RateSetter is now working with a number of independent dealer groups to be added to their approved product list (APL), and it expects to be rated soon. “That will broaden our appeal and boost the number of advisers that can recommend the product to investors.”

The site is also working on building an adviser portal where advisers can manage all their clients.

A new way with an old product

Another fund, Global Credit Investments, is also targeting planners, but in their case those advising high-net-worth clients.

GCI was launched by former Bain & Co consultant, Gavin Solsky, and Goldman Sachs veteran, Steven Sher, to provide a managed fund-style solution to accessing P2P loans in the US.

Solsky says he started CGI after selling his company and needing to deploy his capital. He realised there was a significant challenge generating a reasonable return from fixed income.
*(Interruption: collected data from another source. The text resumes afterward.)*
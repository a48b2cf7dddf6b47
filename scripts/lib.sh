# Shared set-up steps for scripts/demo.sh, scripts/dev.sh and scripts/test.sh.
# Each step is idempotent, so any script can be the first thing run on a fresh clone.

ensure_node_modules() {
  if [ ! -d node_modules ] || [ package-lock.json -nt node_modules/.package-lock.json ]; then
    echo "setup: installing npm packages (npm ci)…"
    npm ci --no-audit --no-fund --loglevel=error
  fi
}

ensure_chromium() {
  if ! command -v chromium >/dev/null 2>&1; then
    echo "setup: installing Debian's chromium for browser tests…"
    if [ "$(id -u)" -ne 0 ]; then echo "setup: need root to apt-get install chromium" >&2; return 1; fi
    export DEBIAN_FRONTEND=noninteractive
    apt-get update -qq
    apt-get install -y -qq chromium >/dev/null
  fi
}

ensure_env() { bash scripts/ensure-env.sh; }

ensure_db() { bash scripts/db.sh start; }

# Free a TCP port held by an earlier run of ours (never touches other programs' ports blindly: asks first).
port_busy() { (exec 3<>"/dev/tcp/127.0.0.1/$1") 2>/dev/null; }

# Start the local stand-ins for hosted services (mail catcher, S3 fake, Stripe fake) unless
# something already answers on their ports. Their pids go to BACKGROUND_PIDS;
# call stop_local_services on exit.
BACKGROUND_PIDS=""
start_local_services() {
  mkdir -p .data
  local smtp=${MAIL_CATCHER_SMTP_PORT:-1025} inbox=${MAIL_CATCHER_HTTP_PORT:-1080} s3=${S3_FAKE_PORT:-4569} pay=${STRIPE_FAKE_PORT:-12111}
  if port_busy "$inbox"; then
    echo "services: a mail catcher already answers on $inbox"
  else
    MAIL_CATCHER_SMTP_PORT=$smtp MAIL_CATCHER_HTTP_PORT=$inbox \
      node --import tsx server/mail-catcher.ts >> .data/mail-catcher.log 2>&1 &
    BACKGROUND_PIDS="$BACKGROUND_PIDS $!"
  fi
  if port_busy "$s3"; then
    echo "services: an S3 fake already answers on $s3"
  else
    S3_FAKE_PORT=$s3 node --import tsx server/s3-fake.ts >> .data/s3-fake.log 2>&1 &
    BACKGROUND_PIDS="$BACKGROUND_PIDS $!"
  fi
  if port_busy "$pay"; then
    echo "services: a payments fake already answers on $pay"
  else
    STRIPE_FAKE_PORT=$pay STRIPE_WEBHOOK_URL=${STRIPE_WEBHOOK_URL:-http://127.0.0.1:${PORT:-3000}/api/webhooks/stripe} \
      node --import tsx server/stripe-fake/index.ts >> .data/stripe-fake.log 2>&1 &
    BACKGROUND_PIDS="$BACKGROUND_PIDS $!"
  fi
  for _ in $(seq 1 150); do
    port_busy "$inbox" && port_busy "$s3" && port_busy "$pay" && return 0
    sleep 0.1
  done
  echo "services: mail catcher, S3 fake or payments fake did not start (see .data/*.log)" >&2
  return 1
}

stop_local_services() {
  [ -n "$BACKGROUND_PIDS" ] && kill $BACKGROUND_PIDS 2>/dev/null
  return 0
}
He and Sher began looking around the world and discovered P2P lending.

“It’s an old product originated in a different way,” he says. “This is an old asset class that’s now become available to investors.”

Solsky says consumer loans, which have “been around forever”, offered the best risk-return equation. But they have been dominated by banks.
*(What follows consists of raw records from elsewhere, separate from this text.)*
// Sums vitest's and Playwright's JSON reports into the one plain line CI reads:
//   "N passed, N failed, N skipped"
import { existsSync, readFileSync } from "node:fs";

let passed = 0,
  failed = 0,
  skipped = 0;
const problems = [];

if (existsSync("reports/vitest.json")) {
  const v = JSON.parse(readFileSync("reports/vitest.json", "utf8"));
  passed += v.numPassedTests ?? 0;
  failed += v.numFailedTests ?? 0;
  skipped += (v.numPendingTests ?? 0) + (v.numTodoTests ?? 0);
  if ((v.numFailedTestSuites ?? 0) > 0 && (v.numFailedTests ?? 0) === 0) {
    failed += v.numFailedTestSuites;
    problems.push("vitest: a test file failed to load");
  }
} else problems.push("no vitest report");

if (existsSync("reports/playwright.json")) {
  const p = JSON.parse(readFileSync("reports/playwright.json", "utf8"));
  passed += (p.stats?.expected ?? 0) + (p.stats?.flaky ?? 0);
  failed += p.stats?.unexpected ?? 0;
  skipped += p.stats?.skipped ?? 0;
  if ((p.errors ?? []).length) {
    failed += p.errors.length;
    problems.push("playwright: errors outside tests");
  }
} else problems.push("no playwright report");

// Lint and format count as one check: a tree that fails them does not pass.
if (existsSync("reports/lint.json")) {
  const l = JSON.parse(readFileSync("reports/lint.json", "utf8"));
  if (l.ok) passed += 1;
  else {
    failed += 1;
    problems.push("lint: ESLint or Prettier reported problems (npm run lint)");
  }
} else problems.push("no lint report");

for (const m of problems) console.log(`summary: ${m}`);
console.log(`${passed} passed, ${failed} failed, ${skipped} skipped`);
process.exit(failed > 0 || problems.length > 0 || passed === 0 ? 1 : 0);
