// PATCH /api/admin/users/:id — grant or remove roles
import { z } from "zod";
import { parseWith, readJson, route } from "@/lib/api/route";
import { setRoles } from "@/lib/services/accounts";
import { RolesUpdateSchema } from "@/lib/validation/account";

const Params = z.object({ id: z.uuid("Not an account id") });

export const PATCH = route<{ id: string }>({ permission: "users.manage" }, async ({ req, params, viewer }) => {
  const { id } = parseWith(Params, params);
  const { roles } = await readJson(req, RolesUpdateSchema);
  return { account: await setRoles(viewer.id, id, roles) };
});
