#!/usr/bin/env bash
# npm test — every test: unit and integration (vitest, real PostgreSQL) and
# end-to-end (Playwright in Debian's Chromium against a production build).
# Installs what it needs first, so it can be the first command on a fresh clone.
set -uo pipefail
cd "$(dirname "$0")/.."
source scripts/lib.sh
set -e
ensure_node_modules
ensure_chromium
ensure_env
ensure_db
set +e
set -a; source .env.local; set +a
BASE_URL=${DATABASE_URL:-$(bash scripts/db.sh url)}
unset DATABASE_URL
E2E_DATABASE_URL=$(node -e 'const u=new URL(process.argv[1]);u.pathname="/getterline_e2e";console.log(u.toString())' "$BASE_URL")
export E2E_DATABASE_URL

mkdir -p reports
rm -f reports/vitest.json reports/playwright.json reports/lint.json

echo "== lint and format (ESLint, Prettier)"
if npm run --silent lint; then echo '{"ok":true}' >reports/lint.json; else echo '{"ok":false}' >reports/lint.json; fi

echo "== unit and integration tests (vitest)"
DATABASE_URL=$BASE_URL npx vitest run --reporter=default --reporter=json --outputFile.json=reports/vitest.json
VITEST=$?

echo "== browser tests (Playwright, Debian's Chromium)"
PW=1
if DATABASE_URL=$E2E_DATABASE_URL MIGRATE_QUIET=1 node --import tsx scripts/migrate.ts fresh >/dev/null \
   && NODE_ENV=production npm run build >reports/next-build.log 2>&1; then
  rm -rf .data/mail-test .data/s3-e2e .data/stripe-e2e
  MAIL_CATCHER_SMTP_PORT=2525 MAIL_CATCHER_HTTP_PORT=2580 MAIL_CATCHER_DIR=.data/mail-test S3_FAKE_PORT=4589 S3_FAKE_DIR=.data/s3-e2e STRIPE_FAKE_PORT=12121 STRIPE_FAKE_DIR=.data/stripe-e2e STRIPE_WEBHOOK_URL=http://127.0.0.1:3100/api/webhooks/stripe STRIPE_FAKE_RETRY_BASE_MS=200 \
    start_local_services
  npx playwright test
  PW=$?
  stop_local_services
else
  echo "e2e: preparing the database or building failed; see reports/next-build.log" >&2
  tail -30 reports/next-build.log >&2
fi

echo "== summary"
node scripts/test-summary.mjs
SUMMARY=$?
[ $VITEST -eq 0 ] && [ $PW -eq 0 ] && [ $SUMMARY -eq 0 ]
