// Database CLI: node --import tsx scripts/migrate.ts up|down|seed|reset|fresh (development, demo, tests), or compiled
// by scripts/build-migrate.mjs: node dist/migrate.js up|down|seed|reset|fresh (production: npm run db:migrate).
// Creates the database named in DATABASE_URL when it does not exist yet.
import { loadEnvConfig } from "@next/env";
loadEnvConfig(process.cwd());
import pg from "pg";
import { env } from "../lib/config/env";
import { migrator, seeder } from "../lib/db/migrator";
import { sequelizeFor } from "../lib/db/sequelize";

/** Run `fn` on a connection to the server's maintenance database, with the target database's quoted name. */
async function onServer(url: string, fn: (c: pg.Client, name: string, quoted: string) => Promise<void>): Promise<void> {
  const u = new URL(url);
  const name = u.pathname.replace(/^\//, "");
  u.pathname = "/postgres";
  const c = new pg.Client({ connectionString: u.toString() });
  await c.connect();
  try {
    await fn(c, name, `"${name.replace(/"/g, '""')}"`);
  } finally {
    await c.end();
  }
}

const ensureDatabase = (url: string) =>
  onServer(url, async (c, name, quoted) => {
    const r = await c.query("SELECT 1 FROM pg_database WHERE datname = $1", [name]);
    if (r.rowCount === 0) {
      await c.query(`CREATE DATABASE ${quoted}`);
      console.log(`migrate: created database ${name}`);
    }
  });

const dropDatabase = (url: string) =>
  onServer(url, async (c, _name, quoted) => {
    await c.query(`DROP DATABASE IF EXISTS ${quoted} WITH (FORCE)`);
  });

async function main(): Promise<void> {
  const cmd = process.argv[2] ?? "up";
  const url = env().DATABASE_URL;
  // "fresh": drop, recreate, migrate and seed (used for the browser tests' database).
  if (cmd === "fresh") await dropDatabase(url);
  await ensureDatabase(url);
  const s = sequelizeFor(url, 2);
  try {
    if (cmd === "up") await migrator(s).up();
    else if (cmd === "down") await migrator(s).down();
    else if (cmd === "seed" || cmd === "fresh") {
      await migrator(s).up();
      await seeder(s).up();
    } else if (cmd === "reset") {
      await seeder(s).down({ to: 0 });
      await migrator(s).down({ to: 0 });
      await migrator(s).up();
      await seeder(s).up();
    } else throw new Error(`unknown command ${cmd}`);
  } finally {
    await s.close();
  }
}

main().catch((e) => {
  console.error(e);
  process.exit(1);
});
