#!/usr/bin/env bash
# npm run dev — like the demo, but Next in development mode with hot reload.
set -euo pipefail
cd "$(dirname "$0")/.."
source scripts/lib.sh
ensure_node_modules
ensure_env
ensure_db
export DATABASE_URL=${DATABASE_URL:-$(bash scripts/db.sh url)}
node --import tsx scripts/migrate.ts seed
start_local_services
trap stop_local_services EXIT
NODE_ENV=development node --import tsx server/index.ts
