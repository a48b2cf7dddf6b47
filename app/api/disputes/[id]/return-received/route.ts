// POST /api/disputes/:id/return-received — the consignor confirms the returned lot arrived; the refund is paid
import { parseParams, route } from "@/lib/api/route";
import { confirmReturnReceived } from "@/lib/services/disputes/returns";
import { IdParam } from "@/lib/validation/common";

export const POST = route<{ id: string }>({ permission: "lots.consign" }, async ({ params, viewer }) => {
  await confirmReturnReceived(viewer, parseParams(IdParam, params).id);
  return { refunded: true };
});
“P2P lending is still quite new in Australia, so we concluded the US is the best market to invest in,” he says, adding there are also big benefits for Australian investors to have $US exposure.

The partners hired a team out of investment banks and developed algorithms to scan the US P2P market to find where the best risk/return loans are.
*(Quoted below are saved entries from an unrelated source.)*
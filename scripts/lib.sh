# Shared set-up steps for scripts/demo.sh, scripts/dev.sh and scripts/test.sh.
# Each step is idempotent, so any script can be the first thing run on a fresh clone.

ensure_node_modules() {
  if [ ! -d node_modules ] || [ package-lock.json -nt node_modules/.package-lock.json ]; then
    echo "setup: installing npm packages (npm ci)…"
    npm ci --no-audit --no-fund --loglevel=error
  fi
}

ensure_chromium() {
  if ! command -v chromium >/dev/null 2>&1; then
    echo "setup: installing Debian's chromium for browser tests…"
    if [ "$(id -u)" -ne 0 ]; then echo "setup: need root to apt-get install chromium" >&2; return 1; fi
    export DEBIAN_FRONTEND=noninteractive
    apt-get update -qq
    apt-get install -y -qq chromium >/dev/null
  fi
}

ensure_env() { bash scripts/ensure-env.sh; }

ensure_db() { bash scripts/db.sh start; }

# Free a TCP port held by an earlier run of ours (never touches other programs' ports blindly: asks first).
port_busy() { (exec 3<>"/dev/tcp/127.0.0.1/$1") 2>/dev/null; }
“We think we can deliver high single-digit returns and be resilient to any downturn in economic conditions,” he says.

Early days

Solksy says a diversified P2P portfolio isn’t correlated with other asset classes and the sentiment that drives them. Performance “is unrelated to what’s happening in the investment market; it’s much more leveraged to unemployment.”

The fund, which launched in January, has just $10 million of funds under management and is only available to sophisticated investors. “It’s still early days,” Solsky says.

CGI has already engaged planners and has also talked with dealer groups about getting on their APL.

“We’re talking to planners. It tends to be planners dealing with high net worth and sophisticated investors. Not the small end of town.”

But Solsky says there is room for more planners to become receptive to new products, particularly in fixed income.

Solsky says in the past, planners have been more focussed on shares and property than fixed income investments.

“Planners need to get up to speed as technology continues to disintermediate financial services and banking,” he says. “They need to get their heads around what that means for new products and how that helps their clients.”

ASIC has warned that P2P lending platforms don’t lend their own money, so investors take all the risk. They may not get some or all of their money back if the borrower defaults. They also warn that money could be lost on loans deemed low risk.

ASIC also warns that credit assessment is a highly skilled and complex process, and investors are relying on the platform to assess and rate a borrower, “not an external credit rating agency”. It says P2P loans are not deposits and the Government’s deposit guarantee doesn’t apply. Some funds do maintain funds that compensate investors if a borrower defaults, but ASIC says that if there are a large number of defaults, the fund is unlikely to be able to compensate all investors.